Xinhuanet | | Commenter |Imprimer

After ruling his country for 14 years and fighting cancer for two years, Venezuelan President Hugo Chavez passed away on Tuesday, leaving a legacy cherished by neighboring countries.

Venezuela may not be popular with some Latin American countries, but for Jamaica and many small Caribbean economies, the world's fifth largest oil producer is an important ally which supplies them with long-term cheap energy, a great contribution to them.

Under the PetroCaribe Energy Cooperation Agreement signed in 2005, Jamaica and other beneficiaries can buy Venezuela-produced crude oil at market value, but only need to pay 5 to 50 percent of the upfront money, and wipe off the remainder in 17 to 25 years on 1 percent interest.

The deal allows these countries to offset their debt to Venezuela with services and goods such as bananas, rice and sugar.

Besides Jamaica, beneficiaries of the preferential oil prices include Antigua and Barbuda, the Bahamas, Belize, Cuba, Dominica, the Dominican Republic, Grenada, Guyana, Nicaragua, Suriname, Saint Lucia, Saint Kitts and Nevis, and Saint Vincent and the Grenadines.

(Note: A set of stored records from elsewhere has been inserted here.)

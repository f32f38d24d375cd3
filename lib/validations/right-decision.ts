/** A decision on a followed right, as the form and the API send it. */
import { z } from 'zod';
import { calendarDate } from './calendar-date';

export const rightDecisionSchema = z.object({
  decision: z.enum(['exercised', 'declined', 'postponed'], 'Choose exercised, declined or postponed.'),
  date: calendarDate.optional().meta({ description: 'YYYY-MM-DD; today when absent.' }),
  reason: z.string().trim().min(1, 'Give the reason: the committee will read it.').max(2000, 'Keep the reason under 2,000 characters.'),
});

export type RightDecisionInput = z.infer<typeof rightDecisionSchema>;
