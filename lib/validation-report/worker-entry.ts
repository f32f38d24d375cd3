/**
 * The validation report's renderer inside a Node worker thread (bundled by
 * scripts/build-engine-worker.sh into .data/validation-report-worker.mjs); answers
 * `{ ok: true, pdf }` or `{ ok: false, error }` (../board-pack/pdf-thread.ts).
 */
import { parentPort, workerData } from 'node:worker_threads';
import type { ValidationReportData } from './data';
import { renderValidationReport } from './render';

renderValidationReport(workerData as ValidationReportData).then(
  (pdf) => parentPort!.postMessage({ ok: true, pdf }),
  (error: unknown) => parentPort!.postMessage({ ok: false, error: String((error as Error)?.stack ?? error) }),
);
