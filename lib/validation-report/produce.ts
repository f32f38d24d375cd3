/**
 * The validation report as the API gives it: a PDF (rendered in a thread), a workbook, or the PDF
 * kept with the case as a supporting document, which a reviewer attaches before deciding.
 */
import 'server-only';
import { createHash } from 'node:crypto';
import { db } from '@/db';
import { addAttachment } from '@/db/queries/attachments';
import { recordAudit } from '@/db/queries/audit';
import type { PageSize } from '../board-pack/data';
import { renderPdfInThread } from '../board-pack/pdf-thread';
import type { Member } from '../dal';
import { gatherValidationReport } from './gather';
import { validationWorkbook } from './workbook';

const filename = (caseName: string, version: number, extension: string) => `${caseName} - validation report v${version}.${extension}`;

export async function validationReportPdf(member: Member, caseId: string, pageSize: PageSize, signal?: AbortSignal) {
  const data = await gatherValidationReport(member, caseId, pageSize, signal);
  return { pdf: await renderPdfInThread('validation-report-worker.mjs', data), filename: filename(data.caseName, data.caseVersion, 'pdf') };
}

export async function validationReportWorkbook(member: Member, caseId: string, signal?: AbortSignal) {
  const data = await gatherValidationReport(member, caseId, 'A4', signal);
  return { bytes: await validationWorkbook(data), filename: filename(data.caseName, data.caseVersion, 'xlsx') };
}

/** Renders the A4 report and keeps it with the case (Documents), with its audit entry in the same transaction. */
export async function attachValidationReport(member: Member, caseId: string, signal?: AbortSignal) {
  const data = await gatherValidationReport(member, caseId, 'A4', signal);
  const pdf = await renderPdfInThread('validation-report-worker.mjs', data);
  const name = filename(data.caseName, data.caseVersion, 'pdf')
    .replace(/[\\/\u0000-\u001f]/g, '_')
    .slice(0, 200);
  const made = await db.transaction().execute(async (trx) => {
    const made = await addAttachment(trx, {
      orgId: member.orgId,
      caseId,
      filename: name,
      kind: 'pdf',
      data: pdf,
      sha256: createHash('sha256').update(pdf).digest('hex'),
      uploadedBy: member.userId,
    });
    await recordAudit(trx, {
      orgId: member.orgId,
      actorId: member.userId,
      action: 'case.attach_validation_report',
      subjectType: 'case',
      subjectId: caseId,
      detail: { name: data.caseName, version: data.caseVersion, file: name, size: pdf.length },
    });
    return made;
  });
  return { id: made.id, filename: made.filename, kind: made.kind, size: made.size, uploadedBy: member.name, uploadedAt: made.created_at };
}
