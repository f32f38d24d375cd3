/** An observation of a followed case's project value, as the form and the API send it. */
import { z } from 'zod';

export const observationSchema = z.object({
  date: z
    .string()
    .regex(/^\d{4}-\d{2}-\d{2}$/, 'Write the date as YYYY-MM-DD.')
    .refine((d) => !Number.isNaN(Date.parse(`${d}T00:00:00Z`)) && new Date(`${d}T00:00:00Z`).toISOString().startsWith(d), 'That is not a calendar date.'),
  value: z.number('Give the value as a number.').gt(0, 'The project value must be above 0.').max(1e15, 'The value is implausibly large.'),
  note: z.string().trim().max(2000, 'Keep the note under 2,000 characters.').default(''),
  source: z.string().trim().max(200, 'Keep the source under 200 characters.').default(''),
});

export type ObservationInput = z.infer<typeof observationSchema>;
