/** An observation of a followed case's project value, as the form and the API send it. */
import { z } from 'zod';
import { calendarDate } from './calendar-date';

export const observationSchema = z.object({
  date: calendarDate,
  value: z.number('Give the value as a number.').gt(0, 'The project value must be above 0.').max(1e15, 'The value is implausibly large.'),
  note: z.string().trim().max(2000, 'Keep the note under 2,000 characters.').default(''),
  source: z.string().trim().max(200, 'Keep the source under 200 characters.').default(''),
});

export type ObservationInput = z.infer<typeof observationSchema>;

Take Jamaica for example, the third largest island in the Caribbean region, established the PetroCaribe Development Fund in 2006 to manage the proceeds that accrue under the deferred financing arrangement of the PetroCaribe agreement with Venezuela.

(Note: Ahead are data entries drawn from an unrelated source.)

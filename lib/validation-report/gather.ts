/**
 * Gathers a validation report for a case as saved: the version valued now by the current engine
 * (in the worker pool, with its extras), the names to print, the version's newest finished
 * cross-check and the build's reference results.
 */
import 'server-only';
import { db } from '@/db';
import { latestFinishedCrossCheck, findReportNames } from '@/db/queries/validation-reports';
import type { PageSize } from '../board-pack/data';
import { requireCase } from '../cases/require-case';
import type { CrossCheckResult } from '../cross-check/run';
import type { Member } from '../dal';
import { valueStoredCase } from '../value-case';
import type { ValidationReportData } from './data';
import { readReferenceResults } from './reference-results';

export async function gatherValidationReport(member: Member, caseId: string, pageSize: PageSize, signal?: AbortSignal): Promise<ValidationReportData> {
  const found = await requireCase(db, member.orgId, caseId);
  const [names, valued, crossCheck, references] = await Promise.all([
    findReportNames(db, { orgId: member.orgId, projectId: found.project_id }),
    valueStoredCase(found, undefined, { owner: member.userId, signal }),
    latestFinishedCrossCheck(db, { orgId: member.orgId, caseId: found.id, caseVersion: found.version }),
    readReferenceResults(),
  ]);
  return {
    pageSize,
    organisation: names.organisation,
    isDemo: names.isDemo,
    generatedAt: new Date().toISOString(),
    project: { name: names.projectName, currency: names.currency },
    caseName: found.name,
    caseVersion: found.version,
    inputs: valued.inputs,
    model: valued.model,
    result: valued.result,
    inputHash: valued.inputHash,
    resultHash: valued.resultHash,
    crossCheck:
      crossCheck && crossCheck.result
        ? {
            paths: crossCheck.paths,
            seed: crossCheck.seed,
            engineVersion: crossCheck.engine_version,
            at: new Date(crossCheck.created_at).toISOString(),
            result: crossCheck.result as unknown as CrossCheckResult,
          }
        : null,
    references,
  };
}
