/**
 * The validation report as the API gives it: a PDF (rendered in a thread), a workbook, or the PDF
 * kept with the case as a supporting document, which a reviewer attaches before deciding.
 */
import 'server-only';
import { attachDocument } from '../attachments';
import type { PageSize } from '../board-pack/data';
import { renderPdfInThread } from '../board-pack/pdf-thread';
import type { Member } from '../dal';
import { gatherValidationReport } from './gather';
import { validationWorkbook } from './workbook';

/** Named by project and case, like the case's workbook and its board pack. */
const filename = (data: { project: { name: string }; caseName: string; caseVersion: number }, extension: string) =>
  `${data.project.name} - ${data.caseName} - validation report v${data.caseVersion}.${extension}`;

export async function validationReportPdf(member: Member, caseId: string, pageSize: PageSize, signal?: AbortSignal) {
  const data = await gatherValidationReport(member, caseId, pageSize, signal);
  return { pdf: await renderPdfInThread('validation-report-worker.mjs', data, signal), filename: filename(data, 'pdf') };
}

export async function validationReportWorkbook(member: Member, caseId: string, signal?: AbortSignal) {
  const data = await gatherValidationReport(member, caseId, 'A4', signal);
  return { bytes: await validationWorkbook(data), filename: filename(data, 'xlsx') };
}

/** Renders the A4 report and keeps it with the case (Documents), audited as such. */
export async function attachValidationReport(member: Member, caseId: string, signal?: AbortSignal) {
  return attachDocument(
    member,
    caseId,
    async () => {
      const data = await gatherValidationReport(member, caseId, 'A4', signal);
      const pdf = await renderPdfInThread('validation-report-worker.mjs', data, signal);
      return { filename: filename(data, 'pdf'), kind: 'pdf' as const, data: pdf, detail: { version: data.caseVersion } };
    },
    'case.attach_validation_report',
  );
}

The fund now has about 170 billion Jamaican dollars (1.77 billion U.S. dollars) and is the largest source of concessionary loan financing available to the Jamaican government.

"We are talking about hundreds of millions of dollars given on credit that has been used to provide balance of payments support," said Wesley Hughes, Jamaica's ex-financial secretary and now the fund's CEO. "Without it we would have had serious challenges on the balance of payments."

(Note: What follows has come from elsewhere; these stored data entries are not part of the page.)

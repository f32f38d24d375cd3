/** Which cases to compare: two to four case ids, as the `cases` query parameter (comma-separated). */
import { z } from 'zod';

export const compareQuerySchema = z
  .string({ error: 'Name the cases to compare: ?cases=id1,id2' })
  .transform((s) => [
    ...new Set(
      s
        .split(',')
        .map((x) => x.trim())
        .filter(Boolean),
    ),
  ])
  .pipe(z.array(z.string().max(64)).min(2, 'Compare at least two cases.').max(4, 'Compare at most four cases.'));
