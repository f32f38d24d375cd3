/** The demo plant's board pack rendered from a given result, and a PDF's text as pdftotext reads it (tests/support/pdf-text.ts). */
import { demoBoardPackData, demoPlant } from '@/demo/board-pack-data';
import type { ProjectModel, ValuationResult } from '@/lattice';
import { renderBoardPack } from '@/lib/board-pack/render';

export { demoPlant };

export async function renderPlantPack(model: ProjectModel, result: ValuationResult): Promise<Buffer> {
  const data = demoBoardPackData('A4', { result });
  return renderBoardPack({ ...data, snapshot: { ...data.snapshot, model } });
}

export { pdfText } from '../../support/pdf-text';
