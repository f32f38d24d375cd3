/** What analysts and reviewers send in the review workflow. */
import { z } from 'zod';
import { commentSections } from '@/db/queries/reviews';

/** The analyst's own recommendation to the committee: the board pack prints it (Leeway's reading of the figures is only a suggestion). */
export const submitSchema = z.object({
  recommendation: z.string().trim().min(1, 'Write your recommendation to the committee.').max(4000, 'Keep the recommendation under 4,000 characters.'),
});

export const returnSchema = z.object({ reason: z.string().trim().min(3, 'Say why the case goes back (at least a few words).').max(2000) });

export const commentSchema = z.object({
  section: z
    .string()
    .refine((s) => (commentSections as readonly string[]).includes(s) || /^option:.{1,64}$/.test(s), 'Choose a section of the case.')
    .meta({ description: `One of ${commentSections.join(', ')}, or option:<option id>.` }),
  body: z.string().trim().min(1, 'Write a comment.').max(4000),
});

/** The board pack's page size (`?size=`). */
export const pageSizeSchema = z.enum(['A4', 'LETTER'], { error: 'size must be A4 or LETTER.' });

const reviewStatuses = ['in_review', 'approved', 'returned'] as const;

/**
 * Which decisions the review queue lists (`?status=`, comma-separated); in review by default. One
 * message names the parameter and its values, as `?size=` does (an array's own check answered
 * `{"0": ["Invalid option: …"]}`, naming neither).
 */
export const reviewStatusesSchema = z
  .string()
  .refine(
    (s) => s.split(',').every((x) => (reviewStatuses as readonly string[]).includes(x)),
    'status must be in_review, approved or returned, or several of them comma-separated.',
  )
  .transform((s) => s.split(',') as (typeof reviewStatuses)[number][]);
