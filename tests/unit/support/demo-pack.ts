/** The demo plant's board pack rendered from a given result, and a PDF's text as pdftotext reads it. */
import { execFileSync } from 'node:child_process';
import { mkdtempSync, writeFileSync } from 'node:fs';
import { tmpdir } from 'node:os';
import path from 'node:path';
import { demoPortfolio } from '@/demo/portfolio';
import type { ProjectModel, ValuationResult } from '@/lattice';
import { renderBoardPack } from '@/lib/board-pack/render';
import { caseToModel } from '@/lib/case-model';

/** The demo plant's base case (invented figures) and its engine model. */
export function demoPlant() {
  const inputs = demoPortfolio.find((p) => p.name === 'Phased bio-resin plant')!.cases[0]!;
  return { inputs, model: caseToModel(inputs).model };
}

export async function renderPlantPack(model: ProjectModel, result: ValuationResult): Promise<Buffer> {
  const { inputs } = demoPlant();
  const when = new Date('2026-01-01T00:00:00Z').toISOString();
  return renderBoardPack({
    pageSize: 'A4',
    organisation: 'Invented Test Organisation',
    isDemo: true,
    project: { name: 'Phased bio-resin plant', description: 'Invented', currency: 'EUR' },
    snapshot: {
      id: 'test',
      caseName: inputs.name,
      caseVersion: 1,
      inputs,
      model,
      result,
      engineVersion: result.engineVersion,
      inputHash: 'test',
      submittedBy: 'A',
      submittedAt: when,
      decidedBy: 'B',
      decidedAt: when,
    },
  });
}

/** The PDF's text with runs of white space as one space (`layout` keeps columns side by side). */
export function pdfText(pdf: Buffer, { layout = false } = {}): string {
  const file = path.join(mkdtempSync(path.join(tmpdir(), 'leeway-pack-')), 'pack.pdf');
  writeFileSync(file, pdf);
  return execFileSync('pdftotext', [...(layout ? ['-layout'] : []), file, '-'])
    .toString()
    .replace(/\s+/g, ' ');
}
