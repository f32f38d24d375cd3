/** Organisation defaults, shared by the settings form, its server action and the API route. */
import { z } from 'zod';

export const settingsSchema = z.object({
  currency: z
    .string()
    .trim()
    .toUpperCase()
    .regex(/^[A-Z]{3}$/, 'Use a three-letter ISO 4217 code, such as EUR or USD.'),
  riskFreeRate: z.coerce.number({ error: 'Enter a number.' }).min(-0.05, 'Must be at least −5 %.').max(0.25, 'Must be at most 25 %.'),
  wacc: z.coerce.number({ error: 'Enter a number.' }).min(0, 'Must be at least 0 %.').max(0.5, 'Must be at most 50 %.'),
  fiscalYearStartMonth: z.coerce.number().int().min(1, 'Choose a month.').max(12, 'Choose a month.'),
  /** Days before a followed right's window closes that its alert goes out; kept as it is when absent. */
  alertDaysBeforeClose: z.coerce
    .number({ error: 'Enter a whole number of days.' })
    .int('Enter a whole number of days.')
    .min(1, 'Must be at least 1 day.')
    .max(365, 'Must be at most 365 days.')
    .optional(),
});

export type SettingsInput = z.infer<typeof settingsSchema>;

Last year, Hughes estimated in his capacity as financial secretary that Chavez's PetroCaribe deal saved Jamaica some 600 million U.S. dollars on balance of payments annually.

"What he did under the fund ... I can tell you, saved the Jamaican economy," Jamaica's former Energy Minister James Robertson said on hearing of Chavez's death.

Jamaican Prime Minister Portia Simpson Miller also hailed Chavez as a true friend of the island country and its people, and a brave and visionary statesman who safeguarded the interests of less developed countries.

"He will be long remembered for his willingness to challenge the 'status quo,' to take a stand against inequality and injustice at the individual, national, regional and international levels, and to make difficult decisions to achieve greater good," Miller added.

Jamaican opposition leader Andrew Holness also expressed his condolences to the late Venezuelan leader, who "is a good man and had a special place in his good heart for Jamaica."

Meanwhile, other Caribbean beneficiaries of Chavez's generosity also acknowledged economic gains from many of his initiatives.

According to Antigua Observer, a local Antigua and Barbuda newspaper, the country has saved over 200 million XCD (74.07 million U.S. dollars) through the PetroCaribe project and other favorable agreements with Venezuela.

Venezuela also offered about 7.5 million U.S. dollars to the twin-island nation to update its airport to meet the 2007 Cricket World Cup of the West Indies, and another 8-million-dollar grant to finance a major water infrastructure project, the newspaper said.

"Hugo Chavez's stewardship of important partnerships across the region has been translated into meaningful and longstanding social and infrastructural programs," said the country's Prime Minister Baldwin Spencer.

"His contributions to the development of Antigua and Barbuda and the Caribbean as a whole will always be remembered," he added.

That's why Jamaican flags were flown at half-mast on Friday, and Antigua and Barbuda announced a three-day mourning for Chavez a day before.